Quando acordei ao pé da forca de Los Hermanos, o sol já estava no meio de seu curso. Eu tinha levado mais de duas horas para chegar a Venta. Tanto assim que, depois de mais umas duas léguas, tive de pensar num abrigo, mas, não vendo nenhum, continuei a andar.
Finalmente, avistei ao longe uma capela gótica, com uma cabana que parecia a morada de um ermitão. Tudo isso ficava afastado da estrada principal, mas eu começava a sentir fome e não hesitei em fazer esse desvio para conseguir comida. Ao chegar, amarrei o cavalo numa árvore. Depois bati na porta da ermida e vi sair um religioso com aspecto venerável.
Beijou-me com uma ternura paternal, e depois disse-me:
"Entra, meu filho; anda logo. Não passes a noite ao relento, teme o tentador. O Senhor tirou Sua mão de sobre nós."
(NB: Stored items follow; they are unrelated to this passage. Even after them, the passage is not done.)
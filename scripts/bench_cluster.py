"""Cluster benchmark: score, evaluate and train over Dask LocalClusters against the single-machine path.

Usage:
    python scripts/bench_cluster.py [--rows-per-day 100000] [--train-days 4] [--refine-iterations 20]

Uses the 20-field benchmark log of scripts/bench_train.py (loggen config "bench20", 2^20 buckets,
generated once under bench_data/). In one run it measures

- rows/s of ``evaluate`` and ``score`` over the whole log (all days), single machine, then over
  ``local:1`` and ``local:2`` clusters (started once each, not charged; one untimed warm-up call
  per cluster loads the numba cache in the workers), with the ratio to the single machine;
- distributed training on ``local:2``: holdout LL / LL* after every pass (LL* the holdout
  log-loss of the full-batch optimum of the same objective, by scipy L-BFGS-B, as in
  bench_train.py), time per refinement iteration (train_seconds / iteration from metrics.jsonl)
  and the per-worker gradient rate derived from it;
- the inputs of the README's paper estimate: bytes of a weight vector, cached bytes per row.

Timings on a shared machine are noisy; compare ratios taken in the same run only.
"""

from __future__ import annotations

import argparse
import json
import logging
import sys
import tempfile
import time
from pathlib import Path

import numpy as np

HERE = Path(__file__).resolve().parent
sys.path.insert(0, str(HERE))

from bench_train import day_names, load_csr, log_loss, make_log, reference_optimum  # noqa: E402

from trainer import api  # noqa: E402
from trainer.cli import configure_process  # noqa: E402
from trainer.cluster import PART_ROWS  # noqa: E402
from trainer.reader import Reader  # noqa: E402
from trainer.spec import load_spec  # noqa: E402
from trainer.training import TrainOptions  # noqa: E402


def timed(fn) -> float:
    t = time.perf_counter()
    fn()
    return time.perf_counter() - t


def rates(model: Path, logs: Path, tmp: Path, rows: int, cluster=None) -> dict:
    """Rows/s of evaluate and score over ``logs`` (single machine when ``cluster`` is None)."""
    out = tmp / ("scores" if cluster is not None else "scores.parquet")
    kw = {"cluster": cluster} if cluster is not None else {}
    if cluster is not None:
        api.evaluate(model, logs, **kw)
    ev = timed(lambda: api.evaluate(model, logs, **kw))
    sc = timed(lambda: api.score(model, logs, out, force=True, **kw))
    return {"evaluate": rows / ev, "score": rows / sc}


def main() -> None:
    import distributed

    ap = argparse.ArgumentParser(description=__doc__.splitlines()[0])
    ap.add_argument("--rows-per-day", type=int, default=100_000)
    ap.add_argument("--train-days", type=int, default=4)
    ap.add_argument("--refine-iterations", type=int, default=20)
    a = ap.parse_args()
    configure_process()
    folder = make_log(a.rows_per_day, a.train_days + 1)
    spec_path, logs = folder / "spec.json", folder / "logs"
    spec = load_spec(spec_path)
    days = day_names(folder)
    rows = a.rows_per_day * len(days)
    print(f"log: {rows:,} rows in {len(days)} daily files, {spec.n_buckets:,} buckets", flush=True)

    with tempfile.TemporaryDirectory() as tmp:
        tmp = Path(tmp)
        model = tmp / "model"
        print("single-machine model for scoring (one pass, first day) ...", flush=True)
        api.train(spec_path, logs, model, start=days[0], end=days[0], epochs=1, quiet=True)
        print("\nrows/s over the whole log (ratio to the single machine):")
        one = rates(model, logs, tmp, rows)
        print(f"  single machine   evaluate {one['evaluate']:>10,.0f}   score {one['score']:>10,.0f}", flush=True)
        for n in (1, 2):
            with distributed.LocalCluster(n_workers=n, threads_per_worker=1, dashboard_address=":0",
                                          silence_logs=logging.ERROR) as lc, distributed.Client(lc) as client:
                r = rates(model, logs, tmp, rows, client)
            print(f"  local:{n}          evaluate {r['evaluate']:>10,.0f} ({r['evaluate'] / one['evaluate']:.2f}x)   "
                  f"score {r['score']:>10,.0f} ({r['score'] / one['score']:.2f}x)", flush=True)

        train_end, hold_day = days[-2], days[-1]
        X, y = load_csr(spec, logs, days[0], train_end)
        Xh, yh = load_csr(spec, logs, hold_day, hold_day)
        w, b, fstar, secs, nit, _ = reference_optimum(X, y, TrainOptions().l2_strength)
        ll_star = log_loss(yh, Xh @ w + b)
        print(f"\nreference optimum: holdout LL* {ll_star:.5f} (scipy L-BFGS-B, {nit} iterations)", flush=True)

        reader = Reader(spec, logs, batch_rows=TrainOptions().batch_rows)
        shard = list(reader.for_part(reader.parts(PART_ROWS)[0]).batches())
        nbytes = sum(bt.indptr.nbytes + bt.indices.nbytes + bt.data.nbytes + bt.labels.nbytes + bt.weights.nbytes
                     for bt in shard)
        print(f"cached shard: {nbytes / sum(bt.n_rows for bt in shard):.0f} bytes per row; "
              f"weight vector {8 * (spec.n_buckets + 1) / 2**20:.1f} MB")

        with distributed.LocalCluster(n_workers=2, threads_per_worker=1, dashboard_address=":0",
                                      silence_logs=logging.ERROR) as lc, distributed.Client(lc) as client:
            out = tmp / "cluster-model"
            api.train(spec_path, logs, out, end=train_end, holdout_start=hold_day, holdout_end=hold_day,
                      cluster=client, refine_iterations=a.refine_iterations, quiet=True)
        records = [json.loads(line) for line in (out / "metrics.jsonl").read_text().splitlines()]
        print("\ndistributed training on local:2 (pass 1: online pass per shard, averaged; then L-BFGS):")
        for r in records:
            print(f"  pass {r['pass']:>3} {r['phase']:<7} LL/LL* {r['holdout']['log_loss'] / ll_star:.4f}  "
                  f"evaluations {r['evaluations']}  train {r['train_seconds']:.2f} s", flush=True)
        refine = [r for r in records if r["phase"] == "refine"]
        per_iter = float(np.median([r["train_seconds"] for r in refine]))
        per_eval = sum(r["train_seconds"] for r in refine) / sum(r["evaluations"] for r in refine)
        train_rows = refine[0]["rows"]
        hit = next((r["pass"] - 1 for r in refine if r["holdout"]["log_loss"] <= 1.002 * ll_star), None)
        print(f"  median time per refinement iteration {per_iter:.2f} s; per gradient evaluation {per_eval:.2f} s "
              f"= {train_rows / per_eval / 2:,.0f} rows/s per worker")
        print(f"  iterations to LL <= 1.002 LL*: {hit}; "
              f"evaluations per iteration {sum(r['evaluations'] for r in refine) / len(refine):.2f}")


if __name__ == "__main__":
    main()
Agradeci ao ermitão a bondade que me demonstrava, e disse-lhe que precisava urgentemente comer.
Ele respondeu-me:
"Ó, meu filho, pensa na tua alma! Passa para a capela. Posterna-te diante da Cruz. Pensarei nas necessidades de teu corpo. Mas farás uma refeição frugal, tal como se pode esperar de um ermitão."
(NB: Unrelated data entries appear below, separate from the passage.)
/**
 * Lateral-torsional buckling modification factor Cb, AISC 360-22 F1 (eq. F1-1)
 * [from memory of the equation; the formula is also quoted in Gaylord, Gaylord & Stallmeyer,
 * Design of Steel Structures].
 */

/** Absolute moments of one unbraced segment, N·mm (signs are dropped). */
export interface SegmentMoments {
	/** Largest |M| anywhere in the unbraced segment. */
	Mmax: number;
	/** |M| at the quarter point, the centre and the three-quarter point of the segment. */
	MA: number;
	MB: number;
	MC: number;
}

/**
 * Cb = 12.5·Mmax / (2.5·Mmax + 3·MA + 4·MB + 3·MC) (F1-1), for doubly symmetric members;
 * 1.0 for a segment without moment (nothing to buckle). For a cantilever whose free end is
 * unbraced the Specification's user note takes Cb = 1.0: the caller passes that case as 1.0.
 * @example computeCb({ Mmax: 1, MA: 0.75, MB: 1, MC: 0.75 }) // 12.5/9.5 ≈ 1.136 (simple span, UDL)
 */
export function computeCb(m: SegmentMoments): number {
	const Mmax = Math.abs(m.Mmax);
	if (Mmax === 0) return 1;
	const denominator = 2.5 * Mmax + 3 * Math.abs(m.MA) + 4 * Math.abs(m.MB) + 3 * Math.abs(m.MC);
	return (12.5 * Mmax) / denominator;
}
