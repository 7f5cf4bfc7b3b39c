/**
 * Width-to-thickness classes for flexure, AISC 360-22 Table B4.1b, and the stricter limits λpd
 * for sections that must form plastic hinges, Appendix 1, 1.3.2b. Pure numbers in, classes out:
 * the caller passes the element dimensions (mm) and Fy, E (MPa).
 *
 * Status: the Table B4.1b limits are from memory of the Specification (the same in 360-16 and
 * 360-22 as far as recalled); the Appendix 1 limits are from memory (engineering reference C.5,
 * tagged "verify").
 */

/** Class of one element, or of the whole section (its worst element). */
export type AiscCompactness = 'compact' | 'noncompact' | 'slender';

/** One compression element of Table B4.1b. */
export interface ElementCompactness {
	element: 'flange' | 'web' | 'wall';
	/** Width-to-thickness ratio λ (bf/2tf, h/tw, b/t, h/t or D/t). */
	lambda: number;
	/** Compact limit λp. */
	lambdaP: number;
	/** Noncompact limit λr. */
	lambdaR: number;
	status: AiscCompactness;
	/** Table B4.1b case, e.g. `AISC 360-22 Table B4.1b case 10`. */
	clause: string;
}

/** All elements and the worst of them. */
export interface SectionCompactness {
	elements: ElementCompactness[];
	overall: AiscCompactness;
	/** The element that sets `overall` (the flange when flange and web tie). */
	governing: ElementCompactness['element'];
}

const RANK: Record<AiscCompactness, number> = { compact: 0, noncompact: 1, slender: 2 };
const TABLE = 'AISC 360-22 Table B4.1b';

/** λ ≤ λp compact, λ ≤ λr noncompact, otherwise slender (Table B4.1b, B4.1(b)). */
function classify(
	element: ElementCompactness['element'],
	lambda: number,
	limits: { lambdaP: number; lambdaR: number; tableCase: number }
): ElementCompactness {
	const status: AiscCompactness =
		lambda <= limits.lambdaP ? 'compact' : lambda <= limits.lambdaR ? 'noncompact' : 'slender';
	const clause = `${TABLE} case ${limits.tableCase}`;
	return { element, lambda, lambdaP: limits.lambdaP, lambdaR: limits.lambdaR, status, clause };
}

function summarise(elements: ElementCompactness[]): SectionCompactness {
	const worst = elements.reduce((a, b) => (RANK[b.status] > RANK[a.status] ? b : a));
	return { elements, overall: worst.status, governing: worst.element };
}

/**
 * kc of F3-2 and Table B4.1b note [a]: 4/√(h/tw), taken between 0.35 and 0.76.
 * @example computeKc({ h: 400, tw: 8 }) // 4/√50 ≈ 0.566
 */
export function computeKc(o: { h: number; tw: number }): number {
	return Math.min(0.76, Math.max(0.35, 4 / Math.sqrt(o.h / o.tw)));
}

/** Inputs of {@link classifyIShapeFlexure}; mm and MPa. */
export interface IShapeCompactnessInput {
	/** Flange width bf and thickness tf, mm. */
	bf: number;
	tf: number;
	/** Web depth h (rolled: clear distance between flanges less the fillets, d − 2k), mm. */
	h: number;
	tw: number;
	Fy: number;
	E: number;
	/** Built-up (welded) section: flange λr = 0.95√(kc·E/FL), FL = 0.7Fy (doubly symmetric). */
	builtUp?: boolean;
}

/**
 * Doubly symmetric I-shape in major-axis flexure.
 * Flange λ = bf/2tf: λp = 0.38√(E/Fy), λr = 1.0√(E/Fy) (case 10, rolled) or 0.95√(kc·E/FL)
 * (case 11, built-up); web λ = h/tw: λp = 3.76√(E/Fy), λr = 5.70√(E/Fy) (case 15).
 * @example
 * // W16x40, Fy = 50 ksi: bf/2tf = 6.93 ≤ 9.15 and h/tw = 46.5 ≤ 90.6, compact
 * classifyIShapeFlexure({ bf: 177.8, tf: 12.83, h: 360.3, tw: 7.75, Fy: 344.7, E: 199948 }).overall
 */
export function classifyIShapeFlexure(o: IShapeCompactnessInput): SectionCompactness {
	const root = Math.sqrt(o.E / o.Fy);
	const flangeR = o.builtUp ? 0.95 * Math.sqrt((computeKc(o) * o.E) / (0.7 * o.Fy)) : 1.0 * root;
	return summarise([
		classify('flange', o.bf / (2 * o.tf), {
			lambdaP: 0.38 * root,
			lambdaR: flangeR,
			tableCase: o.builtUp ? 11 : 10
		}),
		classify('web', o.h / o.tw, { lambdaP: 3.76 * root, lambdaR: 5.7 * root, tableCase: 15 })
	]);
}

/** Inputs of {@link classifyRectHssFlexure}; mm and MPa. */
export interface RectHssCompactnessInput {
	/** Outside width B (flange) and depth H (web), mm; bending about the axis parallel to B. */
	B: number;
	H: number;
	/** Design wall thickness t (0.93 × nominal for ASTM A500, B4.2), mm. */
	t: number;
	Fy: number;
	E: number;
}

/**
 * Rectangular or square HSS in major-axis flexure. Flat widths b = B − 3t and h = H − 3t
 * (B4.1b(d): the corner radius taken as 1.5t when not known).
 * Flange b/t: λp = 1.12√(E/Fy), λr = 1.40√(E/Fy) (case 17); web h/t: λp = 2.42√(E/Fy),
 * λr = 5.70√(E/Fy) (case 19).
 * @example classifyRectHssFlexure({ B: 203.2, H: 203.2, t: 4.42, Fy: 317.2, E: 199948 }).overall
 * // 'slender' (HSS8x8x3/16, b/t = 43.0 > 35.2)
 */
export function classifyRectHssFlexure(o: RectHssCompactnessInput): SectionCompactness {
	const root = Math.sqrt(o.E / o.Fy);
	return summarise([
		classify('flange', (o.B - 3 * o.t) / o.t, {
			lambdaP: 1.12 * root,
			lambdaR: 1.4 * root,
			tableCase: 17
		}),
		classify('web', (o.H - 3 * o.t) / o.t, {
			lambdaP: 2.42 * root,
			lambdaR: 5.7 * root,
			tableCase: 19
		})
	]);
}

/**
 * Round HSS in flexure, D/t: λp = 0.07E/Fy, λr = 0.31E/Fy (case 20). F8 applies only up to
 * D/t = 0.45E/Fy (see `computeRoundHssFlexure`).
 * @example classifyRoundHssFlexure({ D: 141.3, t: 6.04, Fy: 241.3, E: 199948 }).overall // 'compact'
 */
export function classifyRoundHssFlexure(o: {
	D: number;
	t: number;
	Fy: number;
	E: number;
}): SectionCompactness {
	return summarise([
		classify('wall', o.D / o.t, {
			lambdaP: (0.07 * o.E) / o.Fy,
			lambdaR: (0.31 * o.E) / o.Fy,
			tableCase: 20
		})
	]);
}

/** One element against its Appendix 1 limit λpd. */
export interface HingeElementCheck {
	element: ElementCompactness['element'];
	lambda: number;
	lambdaPd: number;
	ok: boolean;
	clause: string;
}

/** Which shape family the λpd limits are taken for. */
export type HingeShape = 'I' | 'rect-HSS' | 'round-HSS';

/**
 * Width-to-thickness limits λpd for members with plastic hinges, AISC 360-22 Appendix 1,
 * 1.3.2b, for beams without axial force (Pu = 0) [from memory — verify against the text]:
 * I flanges λpd = λp = 0.38√(E/Fy); I webs 3.76√(E/Fy) (A-1-1 at Pu = 0);
 * rectangular HSS flanges 0.94√(E/Fy) (A-1-3); rectangular HSS webs: the lower of A-1-1 at
 * Pu = 0 and the Table B4.1b λp, 2.42√(E/Fy) (our cautious reading); round HSS D/t ≤ 0.045E/Fy
 * (A-1-4). Takes the λ of each element from a Table B4.1b classification of the same section.
 * @example
 * checkHingeCompactness({ shape: 'I', compactness: w16x40, Fy: 344.7, E: 199948 }).every((e) => e.ok)
 */
export function checkHingeCompactness(o: {
	shape: HingeShape;
	compactness: SectionCompactness;
	Fy: number;
	E: number;
}): HingeElementCheck[] {
	const root = Math.sqrt(o.E / o.Fy);
	const limit = (element: ElementCompactness['element']): number => {
		if (o.shape === 'round-HSS') return (0.045 * o.E) / o.Fy;
		if (o.shape === 'rect-HSS') return element === 'flange' ? 0.94 * root : 2.42 * root;
		return element === 'flange' ? 0.38 * root : 3.76 * root;
	};
	return o.compactness.elements.map((e) => {
		const lambdaPd = limit(e.element);
		const clause = 'AISC 360-22 Appendix 1, 1.3.2b';
		return { element: e.element, lambda: e.lambda, lambdaPd, ok: e.lambda <= lambdaPd, clause };
	});
}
Fui à capela, rezei de verdade, pois não era um livre-pensador, e, aliás, ignorava que houvesse algum: mais uma vez, tudo isso era efeito da minha educação.
O ermitão foi me buscar depois de quinze minutos e conduziu-me à cabana, onde encontrei um lugar posto para mim, bastante limpo. Havia excelentes azeitonas, cardos conservados no vinagre, cebolas doces num molho e bolachas em vez de pão.
Havia também uma garrafinha de vinho. O ermitão disse-me que nunca bebia vinho, mas que o guardava em casa para o sacrifício da missa. Por isso, não bebi mais vinho que o ermitão, mas o resto do jantar deu-me muito prazer. Enquanto o elogiava, vi entrar na cabana uma figura mais apavorante do que tudo o que tinha visto até então. Era um homem que parecia moço, mas de uma magreza horrorosa.
Os seus cabelos estavam eriçados, um dos seus olhos estava vazado, e dali saía sangue. A sua língua, pendurada para fora da boca, deixava escorrer uma baba espumosa. Tinha sobre o corpo um casaco preto bem-cortado, mas eram as únicas peças, pois estava sem meias e sem camisa.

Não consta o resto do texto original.